Doctors must be committed to working with patients. If all is documented (searched PMP, discussed patients use, re-evaluated pain scale, ordered new tests, etc) there should be zero fear in writing out narcs. Yes, some of these new laws compound the issue, but it starts with using the tool, changing your mind on both concerns of writing narcotic scripts and cutting off patients, and seeing this as a new way to get better results. When all this finally sinks in, everyone wins.
 
I think the only way to help those that are using opiate prescriptions is to talk to them and review their file on a case by case basis. Give the power to decide to the doctor, not the DEA. Pharmacists also need to be given the ability to discuss options with patients. Not letting them dispense meds when needed just ties their hands and makes the customer less likely to talk about addiction treatment.
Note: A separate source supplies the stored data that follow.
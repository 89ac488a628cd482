/* SPDX-License-Identifier: GPL-3.0-or-later */
/* test_report_json.c: analysis.json and draws.csv: shape, nulls, what distrust takes away. */
#include <cjson/cJSON.h>
#include <math.h>
#include <string.h>

#include "analysis/raw_interval.h"
#include "markup_check.h"
#include "report/analysis_json.h"
#include "report/draws_csv.h"
#include "report_fixture.h"
#include "unit.h"

static cJSON *written(enum fixture_kind kind)
{
    struct fixture *f = fixture_new(kind);
    struct text t = TEXT_INIT;
    analysis_json(&t, fixture_report(f));
    CU_ASSERT_PTR_NULL(strstr(text_s(&t), "nan"));
    CU_ASSERT_PTR_NULL(strstr(text_s(&t), "inf"));
    cJSON *tree = cJSON_Parse(text_s(&t));
    CU_ASSERT_PTR_NOT_NULL_FATAL(tree);
    text_release(&t);
    fixture_free(f);
    return tree;
}

/* A member by its path, e.g. "levels/0/raw/mean". */
static const cJSON *at(const cJSON *tree, const char *path)
{
    char part[64];
    while (tree && *path) {
        const size_t n = strcspn(path, "/");
        memcpy(part, path, n);
        part[n] = '\0';
        tree = cJSON_IsArray(tree) ? cJSON_GetArrayItem(tree, part[0] - '0')
                                   : cJSON_GetObjectItemCaseSensitive(tree, part);
        path += n + (path[n] == '/');
    }
    return tree;
}

static double number_at(const cJSON *tree, const char *path)
{
    const cJSON *x = at(tree, path);
    return cJSON_IsNumber(x) ? x->valuedouble : NAN;
}

static const char *string_at(const cJSON *tree, const char *path)
{
    const cJSON *x = at(tree, path);
    return cJSON_IsString(x) ? x->valuestring : "(no string)";
}

static void keys_are(const cJSON *object, const char *const *keys)
{
    const cJSON *x = object ? object->child : NULL;
    for (; *keys; keys++, x = x ? x->next : NULL)
        CU_ASSERT_STRING_EQUAL(x ? x->string : "(missing)", *keys);
    CU_ASSERT_PTR_NULL(x);
}

static void top_level_keys_and_their_order(void)
{
    static const char *const top[] = {"terrace",
                                      "program",
                                      "kind",
                                      "analysis",
                                      "final",
                                      "cut",
                                      "by",
                                      "design",
                                      "data",
                                      "seed",
                                      "levels",
                                      "targets",
                                      "parameters",
                                      "likelihood_fit",
                                      "decisions",
                                      "final_success",
                                      "recommendation",
                                      "diagnostics",
                                      "sensitivity",
                                      NULL};
    static const char *const level[] = {"label",     "value",    "control",    "randomized",
                                        "observed",  "raw",      "response",   "gain",
                                        "pr_target", "pr_meets", "next_share", NULL};
    static const char *const gain[] = {"mean", "sd", "q025", "q50", "q975", "pr_positive", NULL};
    static const char *const target[] = {"selected", "pr_selected", "pr_none", "mcse",
                                         "close",    "imprecise",   NULL};
    static const char *const parameter[] = {"name",
                                            "mean",
                                            "sd",
                                            "q025",
                                            "q50",
                                            "q975",
                                            "rhat",
                                            "ess_bulk",
                                            "ess_tail",
                                            "mcse_mean",
                                            "sd_over_prior_sd",
                                            NULL};
    static const char *const diagnostics[] = {
        "chains",        "draws",   "max_rhat",  "min_ess_bulk", "kish", "second_method",
        "lack_of_fit_p", "trusted", "imprecise", "warnings",     NULL};
    cJSON *tree = written(FIXTURE_ITCH);
    keys_are(tree, top);
    keys_are(at(tree, "levels/0"), level);
    keys_are(at(tree, "levels/1/gain"), gain);
    keys_are(at(tree, "targets/ED90"), target);
    keys_are(at(tree, "parameters/0"), parameter);
    keys_are(at(tree, "diagnostics"), diagnostics);
    cJSON_Delete(tree);
}

static void values_are_those_of_the_analysis(void)
{
    cJSON *tree = written(FIXTURE_ITCH);
    CU_ASSERT_STRING_EQUAL(string_at(tree, "kind"), "analysis");
    CU_ASSERT_EQUAL(number_at(tree, "analysis"), 2);
    CU_ASSERT_EQUAL(number_at(tree, "cut"), 26);
    CU_ASSERT_EQUAL(number_at(tree, "seed"), 20261201);
    CU_ASSERT_EQUAL(number_at(tree, "data/subjects"), 118);
    CU_ASSERT_EQUAL(number_at(tree, "levels/1/response/sd"), 0.31);
    CU_ASSERT_EQUAL(number_at(tree, "levels/0/gain/pr_positive"), 0);
    CU_ASSERT_DOUBLE_EQUAL(number_at(tree, "levels/0/raw/sd"), 2.5, 1e-12);
    CU_ASSERT_STRING_EQUAL(string_at(tree, "targets/ED90/selected"), "20 mg");
    CU_ASSERT_STRING_EQUAL(string_at(tree, "recommendation"), "continue");
    CU_ASSERT_EQUAL(number_at(tree, "diagnostics/second_method/max_difference"), 0.0007);
    cJSON_Delete(tree);
}

static void conditions_say_what_they_compare(void)
{
    cJSON *tree = written(FIXTURE_ITCH);
    CU_ASSERT_STRING_EQUAL(string_at(tree, "decisions/0/join"), "all");
    CU_ASSERT_PTR_NULL(at(tree, "decisions/1/join"));
    CU_ASSERT_STRING_EQUAL(string_at(tree, "decisions/0/conditions/0/target"), "ED90");
    CU_ASSERT_EQUAL(number_at(tree, "decisions/0/conditions/0/threshold"), 0.99);
    CU_ASSERT_STRING_EQUAL(string_at(tree, "decisions/0/conditions/0/side"), "above");
    CU_ASSERT_STRING_EQUAL(string_at(tree, "decisions/1/conditions/0/side"), "below");
    CU_ASSERT_EQUAL(number_at(tree, "decisions/1/conditions/0/gain"), 1);
    CU_ASSERT_TRUE(cJSON_IsFalse(at(tree, "decisions/0/applies")));
    CU_ASSERT_TRUE(cJSON_IsTrue(at(tree, "decisions/0/conditions/1/met")));
    CU_ASSERT_TRUE(cJSON_IsTrue(at(tree, "decisions/0/conditions/1/close")));
    cJSON_Delete(tree);
}

static void absent_numbers_are_null(void)
{
    cJSON *tree = written(FIXTURE_DAYS);
    CU_ASSERT_TRUE(cJSON_IsNull(at(tree, "by")));
    CU_ASSERT_TRUE(cJSON_IsNull(at(tree, "likelihood_fit")));
    CU_ASSERT_TRUE(cJSON_IsNull(at(tree, "levels/0/gain")));
    CU_ASSERT_TRUE(cJSON_IsNull(at(tree, "levels/1/raw/rate")));
    CU_ASSERT_EQUAL(number_at(tree, "levels/1/raw/events"), 0);
    CU_ASSERT_DOUBLE_EQUAL(number_at(tree, "levels/0/raw/rate"), 0.7, 1e-12);
    CU_ASSERT_TRUE(cJSON_IsNull(at(tree, "parameters/3/rhat")));
    CU_ASSERT_TRUE(cJSON_IsNull(at(tree, "diagnostics/lack_of_fit_p")));
    CU_ASSERT_EQUAL(number_at(tree, "data/dropped_as_failure"), 3);
    CU_ASSERT_TRUE(cJSON_IsTrue(at(tree, "levels/5/closed")));
    CU_ASSERT_EQUAL(cJSON_GetArraySize(at(tree, "decisions")), 0);
    CU_ASSERT_PTR_NULL(at(tree, "final_success"));
    cJSON_Delete(tree);
}

static void distrust_takes_every_verdict_away(void)
{
    cJSON *tree = written(FIXTURE_DISTRUSTED);
    CU_ASSERT_TRUE(cJSON_IsFalse(at(tree, "diagnostics/trusted")));
    CU_ASSERT_STRING_EQUAL(string_at(tree, "recommendation"), "undetermined");
    CU_ASSERT_TRUE(cJSON_IsNull(at(tree, "decisions/0/met")));
    CU_ASSERT_TRUE(cJSON_IsNull(at(tree, "decisions/1/met")));
    CU_ASSERT_TRUE(cJSON_IsNull(at(tree, "decisions/0/conditions/1/met")));
    CU_ASSERT_TRUE(cJSON_IsNull(at(tree, "final_success/met")));
    const cJSON *level;
    cJSON_ArrayForEach(level, at(tree, "levels"))
        CU_ASSERT_TRUE(cJSON_IsNull(at(level, "next_share")));
    cJSON_Delete(tree);
}

static void likelihood_fit_has_nine_digits(void)
{
    static const char *const keys[] = {"converged", "message",    "log_likelihood",
                                       "aic",       "parameters", NULL};
    cJSON *tree = written(FIXTURE_MODELS), *failed = written(FIXTURE_FINAL);
    keys_are(at(tree, "likelihood_fit"), keys);
    CU_ASSERT_TRUE(cJSON_IsTrue(at(tree, "likelihood_fit/converged")));
    CU_ASSERT_TRUE(cJSON_IsNull(at(tree, "likelihood_fit/message")));
    CU_ASSERT_EQUAL(number_at(tree, "likelihood_fit/log_likelihood"), -231.212346);
    CU_ASSERT_EQUAL(number_at(tree, "likelihood_fit/aic"), 470.424691);
    CU_ASSERT_EQUAL(number_at(tree, "likelihood_fit/parameters/0/estimate"), 1.23456789);
    CU_ASSERT_TRUE(cJSON_IsNull(at(tree, "likelihood_fit/parameters/3/se")));
    CU_ASSERT_TRUE(cJSON_IsFalse(at(failed, "likelihood_fit/converged")));
    CU_ASSERT_STRING_EQUAL(string_at(failed, "likelihood_fit/message"),
                           "ED50 runs off beyond the levels.");
    CU_ASSERT_TRUE(cJSON_IsNull(at(failed, "likelihood_fit/aic")));
    CU_ASSERT_TRUE(cJSON_IsNull(at(failed, "likelihood_fit/parameters/0/estimate")));
    cJSON_Delete(tree);
    cJSON_Delete(failed);
}

static void sensitivity_models(void)
{
    static const char *const keys[] = {
        "curve",      "order",          "spacing",     "decides",   "trusted",
        "message",    "levels",         "targets",     "decisions", "final_success",
        "parameters", "likelihood_fit", "diagnostics", NULL};
    static const char *const level[] = {"label", "response", "gain", "pr_target", "pr_meets", NULL};
    static const char *const condition[] = {"measure", "target", "gain", "value", "mcse", NULL};
    cJSON *tree = written(FIXTURE_MODELS);
    CU_ASSERT_EQUAL(cJSON_GetArraySize(at(tree, "sensitivity")), 3);
    keys_are(at(tree, "sensitivity/0"), keys);
    keys_are(at(tree, "sensitivity/0/levels/1"), level);
    keys_are(at(tree, "sensitivity/0/decisions/0/conditions/0"), condition);
    CU_ASSERT_TRUE(cJSON_IsFalse(at(tree, "sensitivity/0/decides")));
    CU_ASSERT_STRING_EQUAL(string_at(tree, "sensitivity/0/curve"), "ndlm");
    CU_ASSERT_EQUAL(number_at(tree, "sensitivity/0/diagnostics/lack_of_fit_p"), 0.031);
    CU_ASSERT_EQUAL(number_at(tree, "sensitivity/0/levels/1/response/sd"), 0.31);
    CU_ASSERT_PTR_NULL(at(tree, "sensitivity/1/order"));
    CU_ASSERT_TRUE(cJSON_IsFalse(at(tree, "sensitivity/1/trusted")));
    CU_ASSERT_STRING_EQUAL(string_at(tree, "sensitivity/2/message"),
                           "the posterior may be improper");
    CU_ASSERT_TRUE(cJSON_IsNull(at(tree, "sensitivity/2/levels/1/response/mean")));
    CU_ASSERT_TRUE(cJSON_IsNull(at(tree, "sensitivity/2/levels/1/pr_target/ED90")));
    /* what decides is untouched */
    CU_ASSERT_TRUE(cJSON_IsTrue(at(tree, "diagnostics/trusted")));
    CU_ASSERT_EQUAL(number_at(tree, "diagnostics/lack_of_fit_p"), 0.4);
    cJSON_Delete(tree);
}

static void draws_have_one_row_a_draw(void)
{
    struct fixture *f = fixture_new(FIXTURE_ITCH);
    struct text t = TEXT_INIT;
    draws_csv(&t, fixture_report(f));
    const char *head = "chain,draw,E0,Emax,ED50,sd,response_Placebo,response_5 mg,";
    CU_ASSERT_EQUAL(strncmp(text_s(&t), head, strlen(head)), 0);
    CU_ASSERT_EQUAL(markup_count(text_s(&t), "\n"), 17);
    /* draw 8 of the fixture is the second of chain 1 */
    CU_ASSERT_PTR_NOT_NULL(strstr(text_s(&t), "\n1,2,1,3,5,7,-2,-6,-10,-14,-18,-22\n"));
    text_release(&t);
    fixture_free(f);
}

static void draws_quote_labels(void)
{
    struct fixture *f = fixture_new(FIXTURE_MANY);
    struct text t = TEXT_INIT;
    draws_csv(&t, fixture_report(f));
    CU_ASSERT_PTR_NOT_NULL(strstr(text_s(&t), ",\"response_dose <2> & \"\"x\"\"\","));
    text_release(&t);
    fixture_free(f);
}

/* Wilson (1927): 8 of 10 gives 0.4902 to 0.9433; mean 5, ss 36, n 10 gives 5 -+ 1.96 * 2/sqrt(10).
 */
static void raw_intervals(void)
{
    double n[] = {10, 0, 1}, mean[] = {5, 0, 2}, ss[] = {36, 0, 0}, events[] = {8, 0, 1};
    const struct level_data d = {3, n, n, mean, ss, events};
    struct raw_figures r = raw_interval(&d, ENDPOINT_BINARY, 0);
    CU_ASSERT_DOUBLE_EQUAL(r.low, 0.4902, 5e-5);
    CU_ASSERT_DOUBLE_EQUAL(r.high, 0.9433, 5e-5);
    r = raw_interval(&d, ENDPOINT_BINARY, 2);
    CU_ASSERT_EQUAL(r.high, 1);
    r = raw_interval(&d, ENDPOINT_CONTINUOUS, 0);
    CU_ASSERT_DOUBLE_EQUAL(r.low, 5 - 1.2396, 5e-5);
    CU_ASSERT_EQUAL(r.sd, 2);
    r = raw_interval(&d, ENDPOINT_CONTINUOUS, 1);
    CU_ASSERT_TRUE(isnan(r.mean) && isnan(r.low) && isnan(r.sd));
    r = raw_interval(&d, ENDPOINT_CONTINUOUS, 2);
    CU_ASSERT_TRUE(r.mean == 2 && isnan(r.sd) && isnan(r.high));
}

static const struct unit_test tests[] = {
    {"keys and their order", top_level_keys_and_their_order},
    {"values are those of the analysis", values_are_those_of_the_analysis},
    {"conditions say what they compare", conditions_say_what_they_compare},
    {"absent numbers are null", absent_numbers_are_null},
    {"distrust takes every verdict away", distrust_takes_every_verdict_away},
    {"likelihood fit: nine digits, nulls", likelihood_fit_has_nine_digits},
    {"sensitivity models", sensitivity_models},
    {"draws.csv has one row a draw", draws_have_one_row_a_draw},
    {"draws.csv quotes labels", draws_quote_labels},
    {"raw means, rates and intervals", raw_intervals},
    UNIT_END};

int main(void)
{
    return unit_main("report json", tests);
}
This has to be done in concert with viable addiction treatment options that will not bankrupt the patient. More options need to be available to help get the people that are addicted to pills scooped up and into treatment, whether it be ORT, or IOP, or longterm inpatient rehab. As NSA said just blanket banning all these people will make the corner boys rich and turn patients into criminals.

Obama just wrote into law an additional $1bn into the budget for addiction management and raised the amount of patients that doctors can take on for ORT. This is what needs to be done, but on a much higher level. Considering that $1bn is only a small drop in the ocean we spend on the War on Drugs.